Given the latest data, researchers call for reducing car dependence, regulating EV battery sizes, and promoting lithium recycling. According to the study, this model could reduce lithium demand by up to 66%. That solution seems simple in theory, but it’s much more challenging in practice. Currently, lithium is cheaper to mine than it is to recycle. Plus, even if recyclers collected 100% of retired EVs by the year 2050, the recovered material wouldn’t meet 50% of the lithium demand.

For that reason, mitigating both car dependence and battery sizes is critical to the future of transportation. While the study envisions a future where public transit and active transportation limit our reliance on personal cars, researchers are forgetting one alternative: two-wheeled vehicles.
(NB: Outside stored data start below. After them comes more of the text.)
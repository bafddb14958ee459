"""NMF engine against outside references: scikit-learn's NMF, Lee & Seung's monotonicity, exact recovery."""

from __future__ import annotations

import numpy as np
import pytest
from sklearn.decomposition import non_negative_factorization
from sklearn.decomposition._nmf import _beta_divergence

from takescribe.errors import InputError
from takescribe.nmf import beta_divergence, decompose, penalty_costs


def _problem(seed=0, F=40, K=6, T=120, dtype=np.float64):
    rng = np.random.default_rng(seed)
    W = rng.random((F, K)) + 0.05
    H = rng.random((K, T)) * (rng.random((K, T)) > 0.5)
    V = W @ H + 0.01 * rng.random((F, T))
    return V.astype(dtype), W.astype(dtype), H.astype(dtype)


@pytest.mark.parametrize("beta", [1.0, 2.0, 1.5])
@pytest.mark.parametrize("n_iter", [1, 30])
def test_updates_match_scikit_learn(beta, n_iter):
    # Reference: scikit-learn's non_negative_factorization, solver='mu', same beta, dictionary fixed.
    # scikit-learn factorizes X ≈ A B; with update_H=False it keeps B fixed and starts A from the
    # constant sqrt(mean(X) / n_components) (it ignores a given A then). We solve V ≈ W H, so
    # X = V.T, B = W.T and A = H.T, started from the same constant.
    V, W, _ = _problem(1)
    K = W.shape[1]
    H0 = np.full((K, V.shape[1]), np.sqrt(V.mean() / K))
    ours = decompose(V, W, beta=beta, n_iter=n_iter, tol=0, H_init=H0).H
    A, _, _ = non_negative_factorization(
        V.T, H=W.T.copy(), n_components=K, init="custom", update_H=False,
        solver="mu", beta_loss=beta, max_iter=n_iter, tol=0, alpha_W=0.0, alpha_H=0.0,
    )
    np.testing.assert_allclose(ours, A.T, rtol=1e-6, atol=1e-9)


@pytest.mark.parametrize("beta", [1.0, 2.0, 0.5])
def test_cost_matches_scikit_learn_beta_divergence(beta):
    # Reference: scikit-learn's _beta_divergence (beta=2 is half the squared Frobenius norm there too)
    V, W, H = _problem(3)
    H = H + 0.1
    expected = _beta_divergence(V, W, H, beta, square_root=False)
    assert beta_divergence(V, W @ H, beta) == pytest.approx(expected, rel=1e-9)


@pytest.mark.parametrize("beta", [1.0, 2.0])
@pytest.mark.parametrize("dtype", [np.float32, np.float64])
def test_cost_never_rises_without_penalties(beta, dtype):
    # Lee and Seung (NIPS 2001) prove the multiplicative updates never increase the cost for beta in {1, 2}.
    V, W, _ = _problem(4, dtype=dtype)
    fit = decompose(V, W, beta=beta, n_iter=200, tol=0, check_every=1)
    rel = 1e-6 if dtype == np.float32 else 1e-12
    assert np.all(np.diff(fit.costs) <= rel * fit.costs[:-1])
    assert fit.H.dtype == dtype


def test_penalized_cost_falls():
    # Virtanen (2007)'s penalties have no monotonicity proof: check it ends well below
    # where it starts and falls over every window of ten iterations.
    V, W, _ = _problem(5)
    fit = decompose(V, W, beta=1.0, n_iter=200, tol=0, check_every=1, continuity=0.5, sparsity=0.2)
    costs = fit.costs
    assert costs[-1] < 0.5 * costs[0]
    windows = costs[10::10] - costs[:-10:10][: len(costs[10::10])]
    assert np.all(windows < 0)


def test_recovers_true_activations_with_fixed_dictionary():
    # exact synthetic factorization V = W @ H_true: the KL updates converge to H_true
    rng = np.random.default_rng(6)
    W = rng.random((30, 4)) + 0.1
    H_true = rng.random((4, 80))
    fit = decompose(W @ H_true, W, beta=1.0, n_iter=2000, tol=0)
    np.testing.assert_allclose(fit.H, H_true, atol=2e-3)


def test_penalty_costs_against_naive_loops():
    # naive loop implementation of Virtanen's (2007) C_t and C_s, eqs. for sigma_k = sqrt(mean h^2)
    rng = np.random.default_rng(7)
    H = rng.random((3, 25))
    c_t = c_s = 0.0
    for k in range(3):
        sigma2 = sum(h * h for h in H[k]) / 25
        c_t += sum((H[k, t] - H[k, t - 1]) ** 2 for t in range(1, 25)) / sigma2
        c_s += sum(abs(h) for h in H[k]) / np.sqrt(sigma2)
    assert penalty_costs(H) == pytest.approx((c_t, c_s), rel=1e-9)


def test_mask_penalty_suppresses_unexpected_rows_without_forbidding_them():
    V, W, H = _problem(8)
    mask = np.ones_like(H)
    mask[0] = 0.0
    free = decompose(V, W, n_iter=150, tol=0).H
    guided = decompose(V, W, n_iter=150, tol=0, mask=mask, mask_penalty=0.5).H
    assert guided[0].sum() < free[0].sum()
    assert guided[0].sum() > 0  # a prior, not a cage


def test_free_W_keeps_zeros():
    V, W, _ = _problem(9)
    W_mask = (np.random.default_rng(1).random(W.shape) > 0.3).astype(float)
    fit = decompose(V, W, n_iter=20, update_W=True, W_mask=W_mask)
    assert np.all(fit.W[W_mask == 0] == 0)


@pytest.mark.parametrize(
    "kwargs, message",
    [({"beta": 3.0}, "beta must be in range"), ({"continuity": -1.0}, "penalty weights")],
)
def test_bad_arguments(kwargs, message):
    V, W, _ = _problem(10)
    with pytest.raises(InputError, match=message):
        decompose(V, W, **kwargs)


def test_shape_mismatch_names_the_problem():
    V, W, _ = _problem(11)
    with pytest.raises(InputError, match="different analyses"):
        decompose(V, W[:-1])
    with pytest.raises(InputError, match="non-negative"):
        decompose(-V, W)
Researchers often point to Paris as an example, where car use has reduced by 30% in recent years. What the study doesn’t expound upon is how much motorcycle, scooter, and electric bicycle ownership influences those figures. The onus isn’t on the public alone, though. Suppliers are also instrumental in the shift away from fossil fuels.

In Taiwan, electric scooter brand Gogoro established its GoStation swappable battery network in 2015. Today, the company claims that it performs around 390,000 daily swaps. Gachaco, a battery-swapping company established by Honda, Kawasaki, Suzuki, Yamaha, and ENEOS, recently opened two locations in Japan. In India, Honda also kicked off its battery-sharing services for electric tricycle taxis. These are not the massive batteries found in cars, but rather batteries small enough to be easily removed and replaced by hand.

Manufacturers continue to seek alternatives as well. Yamaha recently partnered with Toyota to develop hydrogen-powered engines. Japan’s Big Four also formed the Hydrogen Small Mobility and Engine Technology (HySE) pact to jointly develop hydrogen-powered motorcycles. Kawasaki even unveiled several alternative-fuel models at EICMA 2022, including a Hybrid EV featuring an “internal combustion engine and electric motive power.”

If the University of California (Davis) study shows us anything, it’s that there’s no panacea for petrol. From electric to hydrogen, from public transit to personal vehicles, we will need to diversify our means of transport in the future. Incentive programs, infrastructure projects, and public sentiment will drive that transition. But since part of the problem is that bigger and bigger batteries require more and more lithium, then motorcycles, which can run on smaller batteries, should be considered as part of the solution.